IKWYM seansgirl, my dd is the best (well imo anyway ) and I do worry about her not feeling as special once I've got a new person to look after. I guess it'll be good for her to spend more time with other people and more time playing on her own. ATM she is really clingy. I'm also worried that the lack of sleep will get to me and I'll start snapping at her (I am a horrible person when I've had no sleep).

Hope you baked some yummy treats Nigella, I mean foxy !!!

Long live mumsnet!!

Seansgirl · 13/03/2007 16:35

Thanks girls if was drunk i'd say (in that slurring manner of a drunk person) " come 'ere, let me give you a hug you're my best mates an' I really lurrvveee you" so long live MN! I have just done some skivying around cleaning hall and dinning room so that has made me cheers!

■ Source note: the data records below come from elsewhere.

/// A store written before 2026-12-04 may hold configuration forms refused since (a third
/// value in a [lo, hi] key, a grid out of order, an empty [tests.preprocessing]); `infall`
/// and `plot` read them as that version did, with a note each, instead of refusing the store
/// (review of the change: such stores could no longer be re-tested or plotted).
#[test]
fn stores_with_configuration_forms_refused_since_still_open() {
    let d = tempfile::tempdir().unwrap();
    let cfg = write(d.path(), "tiny.toml", TINY);
    let store = d.path().join("old.h5");
    run_ok(&[
        "run",
        cfg.to_str().unwrap(),
        "--out",
        store.to_str().unwrap(),
    ]);
    // the stored configuration as an older version would have kept it
    let old_text = TINY
        .replace("n_range = [3, 4]", "n_range = [3, 4, 99]")
        .replace(
            "z_grid = [0.0, 0.5, 1.0, 2.0]",
            "z_grid = [2.0, 1.0, 0.5, 0.5, 0.0]",
        )
        .replace(
            "preset = \"planck18\"",
            "preset = \"planck18\"\nsharp_k_c = 3.0\ntransfer_table_k_unit = \"h/Mpc\"\n\
             transfer = \"EH98\"",
        )
        + "\n[tests.preprocessing]\n";
    {
        let f = hdf5::File::open_rw(&store).unwrap();
        f.delete_attr("config").unwrap();
        retinue::io::h5::set_str_attr(&f, "config", &old_text).unwrap();
    }
    let (code, out, err) = run_cli(&["infall", store.to_str().unwrap(), "--name", "again"]);
    assert_eq!(code, 0, "{err}");
    let all = format!("{out}{err}");
    assert!(
        all.contains("tests.n_range has 3 values")
            && all.contains("tests.z_grid is not increasing")
            && all.contains("[tests.preprocessing] is empty")
            && all.contains("cosmology sharp_k_c, which the run did not use")
            && all.contains("cosmology transfer_table_k_unit, which the run did not use")
            && all.contains(
                "spells cosmology transfer \"EH98\"; its cell is now labelled with \"eh98\""
            ),
        "{all}"
    );
    let (code, _, err) = run_cli(&["plot", store.to_str().unwrap()]);
    assert_eq!(code, 0, "{err}");
}

/// The review of the change: (1) a report is retired with its store only when its marker
/// names that store by its full path, so the report of `a/run.h5` written with --out next
/// to another `run.h5` stays when that one is made; (2) a directory holding only figures of
/// the names `plot` writes (what `plot` left before the marker) is a report directory.
#[test]
fn reports_of_a_store_of_the_same_name_elsewhere_stay() {
    let d = tempfile::tempdir().unwrap();
    let cfg = write(d.path(), "tiny.toml", TINY);
    let c = cfg.to_str().unwrap();
    std::fs::create_dir(d.path().join("a")).unwrap();
    let a = d.path().join("a").join("run.h5");
    run_ok(&["run", c, "--out", a.to_str().unwrap()]);
    let theirs = d.path().join("run-x-report");
    run_ok(&[
        "infall",
        a.to_str().unwrap(),
        "--name",
        "x",
        "--out",
        theirs.to_str().unwrap(),
    ]);
    assert!(theirs.join("report.md").is_file());
    let here = d.path().join("run.h5");
    let (code, _, err) = run_cli(&["run", c, "--out", here.to_str().unwrap()]);
    assert_eq!(code, 0, "{err}");
    assert!(!err.contains("run-x-report"), "{err}");
    assert!(theirs.join("report.md").is_file());
    // (2) figures only, no marker
    std::fs::create_dir(d.path().join("b")).unwrap();
    let m = d.path().join("b").join("m.h5");
    std::fs::copy(&a, &m).unwrap();
    let old_figures = d.path().join("b").join("m-report");
    std::fs::create_dir(&old_figures).unwrap();
    std::fs::write(old_figures.join("pericentres.png"), b"an older plot").unwrap();
    let (code, _, err) = run_cli(&["plot", m.to_str().unwrap()]);
    assert_eq!(code, 0, "{err}");
    assert_ne!(
        std::fs::read(old_figures.join("pericentres.png")).unwrap(),
        b"an older plot"
    );
}

/// A store records the orbit options its hosts were grown with, every key resolved, and
/// `plot` labels the figures with those, not with a later version's defaults (review of
/// 2026-12-04: an older store's figures named today's disc_tide_ratio); a store that does not
/// record them is read at this version's defaults, with a note saying so.
#[test]
fn figures_name_the_orbit_options_the_hosts_were_grown_with() {
    let d = tempfile::tempdir().unwrap();
    let cfg = write(d.path(), "tiny.toml", TINY);
    let store = d.path().join("o.h5");
    let s = store.to_str().unwrap();
    run_ok(&["run", cfg.to_str().unwrap(), "--out", s]);
    let recorded = {
        let f = hdf5::File::open_rw(&store).unwrap();
        let text = retinue::io::h5::get_str_attr(&f, "orbit_options").unwrap();
        assert!(text.contains("disc_tide_ratio = 1.1"), "{text}");
        // as a version with another default would have recorded it
        f.delete_attr("orbit_options").unwrap();
        let other = text.replace("disc_tide_ratio = 1.1", "disc_tide_ratio = 1.6");
        retinue::io::h5::set_str_attr(&f, "orbit_options", &other).unwrap();
        text
    };
    assert!(!recorded.is_empty());
    // the report says when the hosts were grown with another disc model than the defaults
    let report =
        |name: &str| std::fs::read_to_string(d.path().join(name).join("report.md")).unwrap();
    let grown = "Disc: these hosts were grown with";
    assert!(!report("o-report").contains(grown));
    run_ok(&["plot", s]);
    let svg = std::fs::read_to_string(d.path().join("o-report").join("pericentres.svg")).unwrap();
    assert!(
        svg.contains("disc_tide_ratio = 1.6"),
        "label not the recorded one"
    );
    run_ok(&["infall", s, "--name", "other"]);
    assert!(report("o-other-report").contains(
        "Disc: these hosts were grown with `orbits.disc_tide_ratio` = 1.6 and \
         `orbits.disc_tide_loss_power` = 1 (below the threshold"
    ));
    {
        let f = hdf5::File::open_rw(&store).unwrap();
        f.delete_attr("orbit_options").unwrap();
    }
    infall_says(s, "later", "does not record its orbit options");
    assert!(report("o-later-report").contains(
        "`orbits.disc_tide_loss_power` = 0 (all or nothing: destroyed where the tide exceeds"
    ));
    // such a store predates every key added since: they are read as the code was before
    // them (`orbits::KEYS_ADDED_LATER`), so the gradual disc losses are off in its label
    run_ok(&["plot", s]);
    let svg = std::fs::read_to_string(d.path().join("o-report").join("pericentres.svg")).unwrap();
    assert!(
        svg.contains("disc_tide_ratio = 1.1)") && !svg.contains("disc_tide_loss_power"),
        "a store without recorded options read with today's disc power"
    );
}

Marylou no, I think you are absolutely right no need for perhaps its part of the nesting thing i am horrendously intolerant at the mo so think best I am kept indoors

sorry so wrapped in me but thoughts go to Taichimum nature just doesn't seem fair. I had two mc before DD and it is so soul destroying.

And go for the waxing girls! Its not half as bad as the up coming events

Seansgirl · 13/03/2007 16:37

Yes, Nigella wheres our invite for tea and cakes?